# Vince Carter is NOT the best dunker in Canada



## Carl English (May 29, 2003)

Believe it or not the best dunker in Canada is a 17 year old white kid from the small town of Taber, Alberta named Henry Bekkering. So far you're all thinking I'm full of %[email protected]#...... This kid can do it all including dunking off of TWO FEET from the free throw line. See for yourself..... 

http://www.basketballjones.ca/videoclips/dunkcomp2003.html


----------



## NeoSamurai (Jan 16, 2003)

The kid can throw down...


----------



## toiletscrubber (Sep 22, 2002)

This kid is a better dunker than Jason Richardson, a LOT better, but compare to Vince....


----------



## SkywalkerAC (Sep 20, 2002)

that kid is outright sick! know how tall he is?

however, until i see this kid dunking in the nba or at least pulling some 360 windmills or through the legs dunks he doesn't have Carter beat. BTW, carter's elbow dunk was much better. if you don't think that carter can windmill while jumping over people you're silly. i was loving that kid's windmills but VC is the best windmiller of all time (and the slamnation kids are close). the long distance two footer is amazing but it alone doesn't make you a better dunker than VC.


----------



## smoothee (Apr 16, 2003)

*HAHAHA*

that was just sick....and they thought brent barry was good..


----------



## SkywalkerAC (Sep 20, 2002)

*Re: HAHAHA*



> Originally posted by <b>smoothee</b>!
> that was just sick....and they thought brent barry was good..


actually, barry has taken off from further away from any dunker i've ever seen not named james white.

i'd agree that that kid's performance was a hell of a lot better though.


----------



## Vince Carter (Jan 9, 2003)

Those dunks where pretty good, but I have no idea why you said he’s better then Vince Carter, Vince Carter can do all those dunks with ease, there all impressed because he jumped over a guy that 6" something, Vince did it over 7"2. This guy is not better then VC.


----------



## Shadows (Jun 8, 2002)

> Originally posted by <b>Vince Carter</b>!
> Those dunks where pretty good, but I have no idea why you said he’s better then Vince Carter, Vince Carter can do all those dunks with ease, there all impressed because he jumped over a guy that 6" something, Vince did it over 7"2. This guy is not better then VC.
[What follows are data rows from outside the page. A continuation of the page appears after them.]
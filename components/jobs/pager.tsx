// Page links under the jobs list: previous, next, and where the reader is ("Jobs 26–50 of 1000").
import Link from 'next/link';
import { jobsListHref } from '@/lib/jobs/list-url';
import type { JobListQuery } from '@/lib/validation/jobs';

const linkClass = 'inline-flex min-h-target items-center rounded-md border-2 border-rule bg-panel px-4 font-bold hover:bg-ground';

export function Pager({ query, total, pageCount }: { query: JobListQuery; total: number; pageCount: number }) {
  const first = total === 0 ? 0 : (query.page - 1) * query.perPage + 1;
  const last = Math.min(total, query.page * query.perPage);
  return (
    <nav aria-label="Pages of the jobs list" className="mt-4 flex flex-wrap items-center justify-between gap-3">
      <p className="text-ink-soft" data-testid="jobs-range">
        {total === 0 ? 'No jobs' : `Jobs ${first}–${last} of ${total}`} · page {query.page} of {pageCount}
      </p>
      <div className="flex gap-3">
        {query.page > 1 ? (
          <Link rel="prev" href={jobsListHref(query, { page: Math.min(query.page - 1, pageCount) })} className={linkClass}>
            <span aria-hidden="true">←&nbsp;</span>Previous page
          </Link>
        ) : null}
        {query.page < pageCount ? (
          <Link rel="next" href={jobsListHref(query, { page: query.page + 1 })} className={linkClass}>
            Next page<span aria-hidden="true">&nbsp;→</span>
          </Link>
        ) : null}
      </div>
    </nav>
  );
}
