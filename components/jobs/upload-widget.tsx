'use client';
// Program upload on the job page: drop files on the area or choose them with the file
// picker; several at once, each with its own bar (bytes sent), its cancel button and its own
// message. Names and sizes are checked before anything is sent; at most two files travel at a
// time, the rest wait their turn. Each stored file refreshes the programs list.
import { useCallback, useEffect, useRef, useState, type DragEvent } from 'react';
import { Button } from '@/components/ui/button';
import { ProgressBar } from '@/components/ui/progress-bar';
import { formatBytes } from '@/lib/jobs/format';
import { checkBeforeSending, sendProgram, type UploadedProgramView, type UploadHandle } from '@/lib/jobs/upload-request';
import { PROGRAM_EXTENSIONS } from '@/lib/programs/program-names';

const AT_A_TIME = 2;

type ItemState = 'waiting' | 'sending' | 'stored' | 'refused' | 'failed' | 'cancelled';

interface Item {
  key: number;
  file: File;
  state: ItemState;
  sentBytes: number;
  message: string;
}

const STATE_WORDS: Record<ItemState | 'storing', { glyph: string; word: string; tone: string }> = {
  waiting: { glyph: '…', word: 'Waiting', tone: 'text-ink-soft' },
  sending: { glyph: '↑', word: 'Sending', tone: 'text-ink' },
  // every byte sent, the answer not in yet: the server is streaming it to storage and checking it
  storing: { glyph: '↑', word: 'Storing', tone: 'text-ink' },
  stored: { glyph: '✓', word: 'Stored', tone: 'text-ok' },
  refused: { glyph: '✕', word: 'Not sent', tone: 'text-fault' },
  failed: { glyph: '✕', word: 'Not stored', tone: 'text-fault' },
  cancelled: { glyph: '–', word: 'Cancelled', tone: 'text-ink-soft' },
};

export function UploadWidget({ jobId, maxBytes, onStored }: { jobId: number; maxBytes: number; onStored: (programs: UploadedProgramView[]) => void }) {
  const [items, setItems] = useState<Item[]>([]);
  const [dragging, setDragging] = useState(false);
  const handles = useRef(new Map<number, UploadHandle>());
  const nextKey = useRef(1);
  // keys already started: the effect below may run again before the new state is rendered
  const started = useRef(new Set<number>());
  const inputRef = useRef<HTMLInputElement>(null);

  const update = useCallback((key: number, patch: Partial<Item>) => setItems((list) => list.map((i) => (i.key === key ? { ...i, ...patch } : i))), []);

  // start waiting files while fewer than AT_A_TIME are on their way
  useEffect(() => {
    const sending = items.filter((i) => i.state === 'sending' || (i.state === 'waiting' && started.current.has(i.key))).length;
    const waiting = items.filter((i) => i.state === 'waiting' && !started.current.has(i.key)).slice(0, Math.max(0, AT_A_TIME - sending));
    for (const item of waiting) {
      started.current.add(item.key);
      update(item.key, { state: 'sending' });
      const handle = sendProgram(`/api/jobs/${jobId}/programs`, item.file, (sentBytes) => update(item.key, { sentBytes }));
      handles.current.set(item.key, handle);
      handle.done.then((outcome) => {
        handles.current.delete(item.key);
        if (outcome.ok) {
          const stored = outcome.programs[0];
          update(item.key, { state: 'stored', sentBytes: item.file.size, message: stored ? `Stored as ${stored.name}, version ${stored.version}; its estimate is queued.` : 'Stored.' });
          onStored(outcome.programs);
        } else {
          update(item.key, { state: outcome.cancelled ? 'cancelled' : 'failed', message: outcome.message });
        }
      });
    }
  }, [items, jobId, onStored, update]);

  // leaving the page cancels what is still on its way (the server keeps nothing of it)
  useEffect(() => {
    const current = handles.current;
    return () => current.forEach((h) => h.cancel());
  }, []);

  function add(files: FileList | File[]) {
    const added: Item[] = [...files].map((file) => {
      const refusal = checkBeforeSending(file, maxBytes);
      return { key: nextKey.current++, file, state: refusal ? 'refused' : 'waiting', sentBytes: 0, message: refusal ?? '' };
    });
    setItems((list) => [...added, ...list]);
  }

  function cancel(item: Item) {
    if (item.state === 'waiting') update(item.key, { state: 'cancelled', message: 'Cancelled before sending.' });
    else handles.current.get(item.key)?.cancel();
  }

  function onDrop(event: DragEvent<HTMLDivElement>) {
    event.preventDefault();
    setDragging(false);
    if (event.dataTransfer.files.length > 0) add(event.dataTransfer.files);
  }

  const finished = items.some((i) => i.state !== 'waiting' && i.state !== 'sending');

  return (
    <section aria-labelledby="upload-title" className="rounded-md border-2 border-rule bg-panel p-5" data-testid="upload-widget">
      <h3 id="upload-title" className="text-lg font-bold">Upload programs</h3>
      <div
        onDragOver={(e) => {
          e.preventDefault();
          setDragging(true);
        }}
        onDragLeave={() => setDragging(false)}
        onDrop={onDrop}
        className={`mt-3 flex flex-col items-center gap-3 rounded-md border-2 border-dashed p-6 text-center ${dragging ? 'border-spruce bg-spruce-light' : 'border-rule bg-ground'}`}
      >
        <p>
          <span className="font-bold">Drop G-code files here</span> or choose them; several at once are fine.
        </p>
        <label htmlFor="program-files" className="inline-flex min-h-target cursor-pointer items-center rounded-md border-2 border-spruce bg-spruce px-4 font-bold text-white hover:bg-spruce-dark has-[:focus-visible]:outline has-[:focus-visible]:outline-3 has-[:focus-visible]:outline-offset-2 has-[:focus-visible]:outline-ink">
          Choose program files
          <input
            ref={inputRef}
            id="program-files"
            type="file"
            multiple
            accept={PROGRAM_EXTENSIONS.join(',')}
            className="sr-only"
            aria-describedby="program-files-hint"
            onChange={(e) => {
              if (e.target.files) add(e.target.files);
              e.target.value = '';
            }}
          />
        </label>
        <p id="program-files-hint" className="text-sm text-ink-soft">
          Endings {PROGRAM_EXTENSIONS.join(' ')}, up to {formatBytes(maxBytes)} each. A name the job already has becomes that program&apos;s next version.
        </p>
      </div>

      {items.length > 0 ? (
        <ul className="mt-4 flex flex-col gap-3" aria-label="Files being uploaded" aria-live="polite">
          {items.map((item) => {
            const words = STATE_WORDS[item.state === 'sending' && item.sentBytes >= item.file.size ? 'storing' : item.state];
            const share = item.file.size > 0 ? item.sentBytes / item.file.size : 0;
            return (
              <li key={item.key} className="rounded-md border-2 border-rule-light p-3" data-testid="upload-item" data-state={item.state}>
                <div className="flex flex-wrap items-center justify-between gap-2">
                  <p className="font-bold">
                    <span className={words.tone}>
                      <span aria-hidden="true">{words.glyph} </span>
                      {words.word}:
                    </span>{' '}
                    <span className="break-all">{item.file.name}</span>
                  </p>
                  {item.state === 'waiting' || item.state === 'sending' ? (
                    <Button variant="secondary" onClick={() => cancel(item)} aria-label={`Cancel ${item.file.name}`}>
                      Cancel
                    </Button>
                  ) : null}
                </div>
                {item.state !== 'refused' ? (
                  <div className="mt-2">
                    <ProgressBar
                      label={`${item.file.name}: bytes sent`}
                      value={share}
                      text={`${formatBytes(item.sentBytes)} of ${formatBytes(item.file.size)} · ${Math.round(share * 100)} %`}
                    />
                  </div>
                ) : null}
                {item.message ? <p className={`mt-2 text-sm ${item.state === 'failed' || item.state === 'refused' ? 'font-bold text-fault' : 'text-ink-soft'}`} data-testid="upload-message">{item.message}</p> : null}
              </li>
            );
          })}
        </ul>
      ) : null}
      {finished ? (
        <Button variant="secondary" className="mt-3" onClick={() => setItems((list) => list.filter((i) => i.state === 'waiting' || i.state === 'sending'))}>
          Clear finished files
        </Button>
      ) : null}
    </section>
  );
}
This guys dunks we're sick.


Based on what Vince has shown in the last 2 years, I hate to say it but he has nothing on this kid Henry Bekkering. Vince hasen't shown he could jump like he used to the last 2 seasons. Even in VC's prime based on what I've seen on this video this kid would give VC a challenge.


----------



## TMOD (Oct 12, 2002)

Those dunks were great...but not better than Vince Carter. The NBA guys don't show _anything_, even in the dunk contests.


----------



## Carl English (May 29, 2003)

*Vince is not the same*

Think about it.... a 17 year old high schooler from a rural town in Alberta can do every dunk Vince can and also a few Vince can't!!! Vince can't dunk from the free throw line, let alone with a two foot take off.


----------



## toiletscrubber (Sep 22, 2002)

*Re: Vince is not the same*



> Originally posted by <b>Carl English</b>!
> Vince can't dunk from the free throw line, let alone with a two foot take off.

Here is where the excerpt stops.